(Excerpted data)

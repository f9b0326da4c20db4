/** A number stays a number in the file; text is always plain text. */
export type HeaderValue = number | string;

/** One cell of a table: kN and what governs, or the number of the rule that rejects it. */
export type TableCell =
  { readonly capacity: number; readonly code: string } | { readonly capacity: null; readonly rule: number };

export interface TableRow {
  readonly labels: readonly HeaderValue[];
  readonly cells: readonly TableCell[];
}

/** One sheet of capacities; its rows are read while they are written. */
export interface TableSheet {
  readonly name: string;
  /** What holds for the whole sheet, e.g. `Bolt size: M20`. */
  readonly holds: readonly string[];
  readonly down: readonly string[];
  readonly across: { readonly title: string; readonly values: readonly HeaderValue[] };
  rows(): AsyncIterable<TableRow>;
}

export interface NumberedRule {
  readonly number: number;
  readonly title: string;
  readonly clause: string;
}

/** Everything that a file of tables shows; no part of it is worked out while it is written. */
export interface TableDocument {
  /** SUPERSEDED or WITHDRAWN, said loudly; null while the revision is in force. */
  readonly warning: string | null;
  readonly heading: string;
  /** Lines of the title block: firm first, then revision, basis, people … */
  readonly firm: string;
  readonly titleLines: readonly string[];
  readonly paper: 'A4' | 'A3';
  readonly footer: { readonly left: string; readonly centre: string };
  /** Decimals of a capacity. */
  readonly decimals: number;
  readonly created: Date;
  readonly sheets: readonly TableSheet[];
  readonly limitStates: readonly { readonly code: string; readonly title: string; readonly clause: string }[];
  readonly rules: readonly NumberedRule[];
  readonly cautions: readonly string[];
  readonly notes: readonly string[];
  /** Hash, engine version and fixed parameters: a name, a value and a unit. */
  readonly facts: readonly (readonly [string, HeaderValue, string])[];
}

(End Excerpted data)
(Excerpted data)

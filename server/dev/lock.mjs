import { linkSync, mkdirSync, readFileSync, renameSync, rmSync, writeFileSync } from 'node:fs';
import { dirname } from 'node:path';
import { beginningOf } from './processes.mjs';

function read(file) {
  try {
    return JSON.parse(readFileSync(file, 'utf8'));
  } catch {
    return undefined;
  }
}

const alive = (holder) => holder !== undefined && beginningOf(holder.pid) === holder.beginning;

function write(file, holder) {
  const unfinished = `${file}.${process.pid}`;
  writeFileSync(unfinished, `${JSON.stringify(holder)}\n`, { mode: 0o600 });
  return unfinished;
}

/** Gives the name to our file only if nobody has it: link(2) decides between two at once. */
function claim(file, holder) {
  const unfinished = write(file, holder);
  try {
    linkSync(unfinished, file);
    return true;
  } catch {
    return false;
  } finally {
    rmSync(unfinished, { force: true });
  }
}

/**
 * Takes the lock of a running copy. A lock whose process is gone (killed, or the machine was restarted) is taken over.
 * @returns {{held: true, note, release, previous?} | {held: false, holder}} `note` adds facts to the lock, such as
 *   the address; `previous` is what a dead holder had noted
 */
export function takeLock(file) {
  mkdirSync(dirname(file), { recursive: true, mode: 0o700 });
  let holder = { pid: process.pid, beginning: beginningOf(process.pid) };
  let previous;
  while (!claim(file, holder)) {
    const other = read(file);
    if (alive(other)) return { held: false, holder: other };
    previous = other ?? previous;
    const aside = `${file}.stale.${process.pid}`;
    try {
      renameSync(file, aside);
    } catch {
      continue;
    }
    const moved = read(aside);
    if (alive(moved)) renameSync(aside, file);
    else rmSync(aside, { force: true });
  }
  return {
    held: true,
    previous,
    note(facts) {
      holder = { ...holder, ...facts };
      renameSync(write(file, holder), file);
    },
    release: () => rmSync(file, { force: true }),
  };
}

(End Excerpted data)

→ Work item:
Among the entries above, find the line with "repository f9b0326da4c20db4" and the line with "a capacity. */"; give again exactly these two lines and all lines between them.

→ Reply:
repository f9b0326da4c20db4
/** A number stays a number in the file; text is always plain text. */
export type HeaderValue = number | string;

/** One cell of a table: kN and what governs, or the number of the rule that rejects it. */
export type TableCell =
  { readonly capacity: number; readonly code: string } | { readonly capacity: null; readonly rule: number };

export interface TableRow {
  readonly labels: readonly HeaderValue[];
  readonly cells: readonly TableCell[];
}

/** One sheet of capacities; its rows are read while they are written. */
export interface TableSheet {
  readonly name: string;
  /** What holds for the whole sheet, e.g. `Bolt size: M20`. */
  readonly holds: readonly string[];
  readonly down: readonly string[];
  readonly across: { readonly title: string; readonly values: readonly HeaderValue[] };
  rows(): AsyncIterable<TableRow>;
}

export interface NumberedRule {
  readonly number: number;
  readonly title: string;
  readonly clause: string;
}

/** Everything that a file of tables shows; no part of it is worked out while it is written. */
export interface TableDocument {
  /** SUPERSEDED or WITHDRAWN, said loudly; null while the revision is in force. */
  readonly warning: string | null;
  readonly heading: string;
  /** Lines of the title block: firm first, then revision, basis, people … */
  readonly firm: string;
  readonly titleLines: readonly string[];
  readonly paper: 'A4' | 'A3';
  readonly footer: { readonly left: string; readonly centre: string };
  /** Decimals of a capacity. */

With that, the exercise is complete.